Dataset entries
= = = =
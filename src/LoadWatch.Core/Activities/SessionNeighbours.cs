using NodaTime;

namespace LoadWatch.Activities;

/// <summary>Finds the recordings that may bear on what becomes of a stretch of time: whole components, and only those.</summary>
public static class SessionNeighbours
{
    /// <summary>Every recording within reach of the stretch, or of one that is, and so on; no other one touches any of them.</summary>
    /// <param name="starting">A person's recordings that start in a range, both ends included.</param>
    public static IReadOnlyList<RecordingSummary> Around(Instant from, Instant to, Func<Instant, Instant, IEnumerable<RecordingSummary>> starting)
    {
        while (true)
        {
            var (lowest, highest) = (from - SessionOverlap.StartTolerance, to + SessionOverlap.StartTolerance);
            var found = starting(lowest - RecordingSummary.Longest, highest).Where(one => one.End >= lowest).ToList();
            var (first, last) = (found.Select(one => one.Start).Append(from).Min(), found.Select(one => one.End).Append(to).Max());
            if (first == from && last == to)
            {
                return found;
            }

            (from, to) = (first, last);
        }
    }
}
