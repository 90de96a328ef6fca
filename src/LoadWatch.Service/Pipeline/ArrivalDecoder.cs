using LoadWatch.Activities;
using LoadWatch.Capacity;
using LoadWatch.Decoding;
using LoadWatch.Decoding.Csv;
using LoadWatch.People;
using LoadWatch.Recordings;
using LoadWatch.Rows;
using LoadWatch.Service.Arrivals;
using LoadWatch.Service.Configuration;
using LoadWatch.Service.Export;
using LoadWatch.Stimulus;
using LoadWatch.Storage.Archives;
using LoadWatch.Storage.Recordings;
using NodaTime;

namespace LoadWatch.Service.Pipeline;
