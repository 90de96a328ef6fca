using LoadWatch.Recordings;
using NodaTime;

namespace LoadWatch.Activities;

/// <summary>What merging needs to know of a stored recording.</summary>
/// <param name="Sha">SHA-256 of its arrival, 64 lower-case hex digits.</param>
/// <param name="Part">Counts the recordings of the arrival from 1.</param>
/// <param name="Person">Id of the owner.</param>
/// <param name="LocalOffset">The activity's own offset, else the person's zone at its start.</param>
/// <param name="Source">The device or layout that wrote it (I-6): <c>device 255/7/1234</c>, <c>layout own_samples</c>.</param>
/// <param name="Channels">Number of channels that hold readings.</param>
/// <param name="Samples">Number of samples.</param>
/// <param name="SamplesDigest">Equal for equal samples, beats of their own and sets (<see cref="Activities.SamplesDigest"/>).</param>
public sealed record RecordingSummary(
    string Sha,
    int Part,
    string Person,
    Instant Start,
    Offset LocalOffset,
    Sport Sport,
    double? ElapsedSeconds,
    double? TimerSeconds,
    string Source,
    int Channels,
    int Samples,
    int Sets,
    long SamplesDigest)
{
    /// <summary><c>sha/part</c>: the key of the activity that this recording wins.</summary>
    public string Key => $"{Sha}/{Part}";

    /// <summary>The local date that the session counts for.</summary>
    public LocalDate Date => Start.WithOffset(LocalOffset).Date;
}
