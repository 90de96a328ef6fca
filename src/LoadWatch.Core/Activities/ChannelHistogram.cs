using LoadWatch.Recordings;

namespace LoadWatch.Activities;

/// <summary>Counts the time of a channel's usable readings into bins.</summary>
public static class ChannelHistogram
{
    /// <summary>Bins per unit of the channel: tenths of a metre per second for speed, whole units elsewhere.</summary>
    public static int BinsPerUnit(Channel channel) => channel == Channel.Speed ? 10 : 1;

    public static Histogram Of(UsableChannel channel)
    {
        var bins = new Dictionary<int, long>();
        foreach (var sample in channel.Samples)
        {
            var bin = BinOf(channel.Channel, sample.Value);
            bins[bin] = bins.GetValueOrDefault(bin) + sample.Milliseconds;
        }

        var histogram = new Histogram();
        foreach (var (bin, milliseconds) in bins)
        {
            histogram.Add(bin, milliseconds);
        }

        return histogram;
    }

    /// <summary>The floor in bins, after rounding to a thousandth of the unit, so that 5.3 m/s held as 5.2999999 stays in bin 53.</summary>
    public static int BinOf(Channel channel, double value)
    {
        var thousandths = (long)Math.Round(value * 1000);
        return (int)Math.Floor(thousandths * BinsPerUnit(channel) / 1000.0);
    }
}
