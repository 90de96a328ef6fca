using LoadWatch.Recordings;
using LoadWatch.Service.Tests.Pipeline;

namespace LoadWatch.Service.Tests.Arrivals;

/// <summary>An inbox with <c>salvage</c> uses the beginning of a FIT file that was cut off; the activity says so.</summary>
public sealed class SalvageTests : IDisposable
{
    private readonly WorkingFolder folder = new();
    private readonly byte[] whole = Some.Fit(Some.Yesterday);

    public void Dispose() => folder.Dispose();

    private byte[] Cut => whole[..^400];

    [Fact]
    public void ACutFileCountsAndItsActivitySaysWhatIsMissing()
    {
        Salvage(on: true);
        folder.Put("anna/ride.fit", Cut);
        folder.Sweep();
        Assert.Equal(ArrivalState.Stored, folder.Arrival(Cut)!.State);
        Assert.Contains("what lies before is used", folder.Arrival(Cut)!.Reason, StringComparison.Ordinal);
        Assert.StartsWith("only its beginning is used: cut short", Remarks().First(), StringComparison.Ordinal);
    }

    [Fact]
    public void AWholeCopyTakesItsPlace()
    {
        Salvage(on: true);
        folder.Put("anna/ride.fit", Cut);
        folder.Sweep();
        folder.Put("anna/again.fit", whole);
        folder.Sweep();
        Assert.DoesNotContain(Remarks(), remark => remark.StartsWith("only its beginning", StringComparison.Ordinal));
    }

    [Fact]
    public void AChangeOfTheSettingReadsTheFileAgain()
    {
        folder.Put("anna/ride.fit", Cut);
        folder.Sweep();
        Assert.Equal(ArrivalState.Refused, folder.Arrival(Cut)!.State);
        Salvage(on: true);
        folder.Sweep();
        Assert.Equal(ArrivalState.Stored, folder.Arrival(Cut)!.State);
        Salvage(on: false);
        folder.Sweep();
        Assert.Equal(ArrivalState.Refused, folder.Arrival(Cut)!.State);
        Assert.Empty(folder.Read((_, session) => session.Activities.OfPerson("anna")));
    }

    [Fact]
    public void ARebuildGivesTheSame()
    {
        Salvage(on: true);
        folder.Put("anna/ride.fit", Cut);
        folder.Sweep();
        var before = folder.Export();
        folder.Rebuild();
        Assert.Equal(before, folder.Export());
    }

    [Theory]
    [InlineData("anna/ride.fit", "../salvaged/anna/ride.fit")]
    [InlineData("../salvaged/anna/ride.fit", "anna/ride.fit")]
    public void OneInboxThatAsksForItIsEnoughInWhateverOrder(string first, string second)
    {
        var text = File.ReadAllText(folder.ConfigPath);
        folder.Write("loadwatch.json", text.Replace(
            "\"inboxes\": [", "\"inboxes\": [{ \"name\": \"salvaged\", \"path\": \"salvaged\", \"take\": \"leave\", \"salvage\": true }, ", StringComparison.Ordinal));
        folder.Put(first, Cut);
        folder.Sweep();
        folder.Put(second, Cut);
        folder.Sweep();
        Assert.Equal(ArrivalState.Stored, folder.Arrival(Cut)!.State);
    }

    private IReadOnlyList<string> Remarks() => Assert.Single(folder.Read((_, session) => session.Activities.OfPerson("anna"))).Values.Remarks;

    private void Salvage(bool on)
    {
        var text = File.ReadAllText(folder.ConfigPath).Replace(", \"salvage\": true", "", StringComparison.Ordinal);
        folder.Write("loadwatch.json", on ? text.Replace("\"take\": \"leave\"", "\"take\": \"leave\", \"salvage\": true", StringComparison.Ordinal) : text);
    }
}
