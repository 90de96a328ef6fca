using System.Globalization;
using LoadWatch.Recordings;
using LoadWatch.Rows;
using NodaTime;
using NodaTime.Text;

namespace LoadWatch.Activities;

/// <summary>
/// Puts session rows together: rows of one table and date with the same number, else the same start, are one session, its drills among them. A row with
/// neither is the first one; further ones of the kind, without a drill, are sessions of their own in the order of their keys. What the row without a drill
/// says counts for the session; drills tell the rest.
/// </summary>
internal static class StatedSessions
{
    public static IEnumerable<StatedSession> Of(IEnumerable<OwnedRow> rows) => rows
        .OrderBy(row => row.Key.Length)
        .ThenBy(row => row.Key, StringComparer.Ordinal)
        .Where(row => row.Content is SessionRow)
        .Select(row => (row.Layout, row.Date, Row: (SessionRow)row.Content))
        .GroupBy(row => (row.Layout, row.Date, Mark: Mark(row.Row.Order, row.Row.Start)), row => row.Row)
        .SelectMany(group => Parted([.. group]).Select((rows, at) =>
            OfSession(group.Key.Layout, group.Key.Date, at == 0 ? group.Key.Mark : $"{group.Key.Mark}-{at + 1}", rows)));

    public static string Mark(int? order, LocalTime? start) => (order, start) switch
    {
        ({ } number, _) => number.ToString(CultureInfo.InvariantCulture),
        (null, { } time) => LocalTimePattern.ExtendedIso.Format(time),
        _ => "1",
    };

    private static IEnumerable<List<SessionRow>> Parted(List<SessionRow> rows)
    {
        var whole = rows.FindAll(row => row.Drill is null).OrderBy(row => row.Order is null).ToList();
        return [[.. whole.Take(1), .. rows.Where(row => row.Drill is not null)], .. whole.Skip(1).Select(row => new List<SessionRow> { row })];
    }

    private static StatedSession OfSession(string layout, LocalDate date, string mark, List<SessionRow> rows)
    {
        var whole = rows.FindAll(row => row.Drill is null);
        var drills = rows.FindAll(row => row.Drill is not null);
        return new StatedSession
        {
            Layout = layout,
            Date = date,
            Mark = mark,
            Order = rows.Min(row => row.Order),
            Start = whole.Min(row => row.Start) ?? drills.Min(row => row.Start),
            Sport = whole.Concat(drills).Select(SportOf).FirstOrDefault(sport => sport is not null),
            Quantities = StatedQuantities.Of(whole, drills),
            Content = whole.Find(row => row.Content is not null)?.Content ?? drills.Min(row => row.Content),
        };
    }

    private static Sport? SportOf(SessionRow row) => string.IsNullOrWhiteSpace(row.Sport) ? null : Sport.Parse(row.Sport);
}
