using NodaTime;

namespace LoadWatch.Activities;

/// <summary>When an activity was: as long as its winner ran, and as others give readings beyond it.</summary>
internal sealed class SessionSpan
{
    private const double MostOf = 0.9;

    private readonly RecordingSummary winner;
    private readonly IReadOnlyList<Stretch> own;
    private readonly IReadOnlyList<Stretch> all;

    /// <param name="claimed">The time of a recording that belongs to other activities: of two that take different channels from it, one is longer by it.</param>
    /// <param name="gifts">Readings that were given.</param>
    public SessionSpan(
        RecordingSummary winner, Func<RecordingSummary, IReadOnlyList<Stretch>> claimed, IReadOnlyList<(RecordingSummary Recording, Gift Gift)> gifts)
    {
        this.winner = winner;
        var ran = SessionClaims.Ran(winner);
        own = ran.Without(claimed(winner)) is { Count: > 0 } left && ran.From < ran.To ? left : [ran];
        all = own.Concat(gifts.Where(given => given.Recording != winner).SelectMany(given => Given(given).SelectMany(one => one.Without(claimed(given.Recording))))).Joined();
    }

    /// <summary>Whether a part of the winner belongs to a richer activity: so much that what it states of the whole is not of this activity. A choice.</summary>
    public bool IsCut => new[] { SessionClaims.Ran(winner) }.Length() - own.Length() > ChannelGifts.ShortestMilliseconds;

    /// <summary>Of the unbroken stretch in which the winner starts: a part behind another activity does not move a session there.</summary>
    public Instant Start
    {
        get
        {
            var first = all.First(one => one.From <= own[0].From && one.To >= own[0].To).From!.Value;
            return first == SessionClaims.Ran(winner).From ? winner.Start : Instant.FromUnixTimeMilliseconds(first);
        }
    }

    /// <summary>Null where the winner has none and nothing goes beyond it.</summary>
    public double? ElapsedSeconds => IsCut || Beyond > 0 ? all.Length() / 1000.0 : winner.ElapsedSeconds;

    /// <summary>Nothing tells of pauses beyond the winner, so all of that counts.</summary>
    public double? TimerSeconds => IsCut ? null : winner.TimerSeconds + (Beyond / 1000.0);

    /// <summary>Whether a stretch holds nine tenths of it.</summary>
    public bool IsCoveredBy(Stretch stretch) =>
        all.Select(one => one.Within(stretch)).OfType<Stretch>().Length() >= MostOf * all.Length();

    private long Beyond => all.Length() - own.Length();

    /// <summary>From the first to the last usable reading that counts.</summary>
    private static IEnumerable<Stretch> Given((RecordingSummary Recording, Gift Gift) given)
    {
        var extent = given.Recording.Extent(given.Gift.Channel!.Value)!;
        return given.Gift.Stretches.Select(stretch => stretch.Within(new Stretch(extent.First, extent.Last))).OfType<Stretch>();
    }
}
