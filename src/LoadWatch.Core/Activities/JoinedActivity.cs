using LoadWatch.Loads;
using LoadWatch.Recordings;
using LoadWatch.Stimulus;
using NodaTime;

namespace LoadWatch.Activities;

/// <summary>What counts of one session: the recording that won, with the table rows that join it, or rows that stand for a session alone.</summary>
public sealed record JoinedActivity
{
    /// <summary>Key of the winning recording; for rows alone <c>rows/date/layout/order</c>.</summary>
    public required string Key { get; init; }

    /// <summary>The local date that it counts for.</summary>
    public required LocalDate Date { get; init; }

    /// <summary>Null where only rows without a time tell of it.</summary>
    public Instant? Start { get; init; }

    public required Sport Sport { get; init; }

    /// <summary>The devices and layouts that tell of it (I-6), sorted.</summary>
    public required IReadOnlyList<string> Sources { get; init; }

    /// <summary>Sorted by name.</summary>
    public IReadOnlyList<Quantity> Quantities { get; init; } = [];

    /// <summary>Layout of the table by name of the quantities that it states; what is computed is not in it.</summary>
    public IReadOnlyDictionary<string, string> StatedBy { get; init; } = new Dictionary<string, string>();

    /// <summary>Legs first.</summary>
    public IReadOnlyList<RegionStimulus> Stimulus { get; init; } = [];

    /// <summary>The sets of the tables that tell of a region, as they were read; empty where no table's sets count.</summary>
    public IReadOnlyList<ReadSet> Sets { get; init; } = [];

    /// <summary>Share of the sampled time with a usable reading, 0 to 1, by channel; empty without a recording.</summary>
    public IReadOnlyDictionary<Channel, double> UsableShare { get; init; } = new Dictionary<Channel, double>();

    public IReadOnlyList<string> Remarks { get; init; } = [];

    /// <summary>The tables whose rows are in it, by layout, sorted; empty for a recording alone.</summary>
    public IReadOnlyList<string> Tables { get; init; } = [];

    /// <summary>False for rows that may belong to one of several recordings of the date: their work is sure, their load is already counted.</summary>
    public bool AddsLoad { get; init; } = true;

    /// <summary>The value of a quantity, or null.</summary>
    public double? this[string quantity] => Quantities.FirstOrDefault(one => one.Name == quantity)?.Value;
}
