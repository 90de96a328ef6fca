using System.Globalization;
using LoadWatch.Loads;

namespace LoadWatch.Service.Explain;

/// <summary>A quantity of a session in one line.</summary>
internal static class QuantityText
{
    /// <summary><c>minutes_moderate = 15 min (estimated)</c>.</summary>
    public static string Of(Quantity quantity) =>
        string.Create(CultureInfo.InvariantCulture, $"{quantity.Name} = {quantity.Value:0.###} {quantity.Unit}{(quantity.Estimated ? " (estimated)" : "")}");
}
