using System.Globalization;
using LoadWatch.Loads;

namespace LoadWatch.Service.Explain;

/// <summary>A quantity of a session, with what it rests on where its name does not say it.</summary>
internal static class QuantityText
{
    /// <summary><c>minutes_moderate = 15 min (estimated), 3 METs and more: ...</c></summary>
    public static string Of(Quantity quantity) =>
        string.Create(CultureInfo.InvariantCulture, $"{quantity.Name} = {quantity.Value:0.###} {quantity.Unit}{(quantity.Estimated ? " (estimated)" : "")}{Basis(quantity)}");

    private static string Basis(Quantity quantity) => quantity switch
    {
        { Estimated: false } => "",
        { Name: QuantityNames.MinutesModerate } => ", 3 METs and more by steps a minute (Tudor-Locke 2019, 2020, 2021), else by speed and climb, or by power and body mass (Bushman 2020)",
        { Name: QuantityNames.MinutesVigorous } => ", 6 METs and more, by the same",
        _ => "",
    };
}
= = = =
WHAT YOU NEED TO DO ▸
Copy whichever lines above contain the string "InlineData".

SOLUTION TO THE EXERCISE ▸
    [InlineData("anna/ride.fit", "../salvaged/anna/ride.fit")]
    [InlineData("../salvaged/anna/ride.fit", "anna/ride.fit")]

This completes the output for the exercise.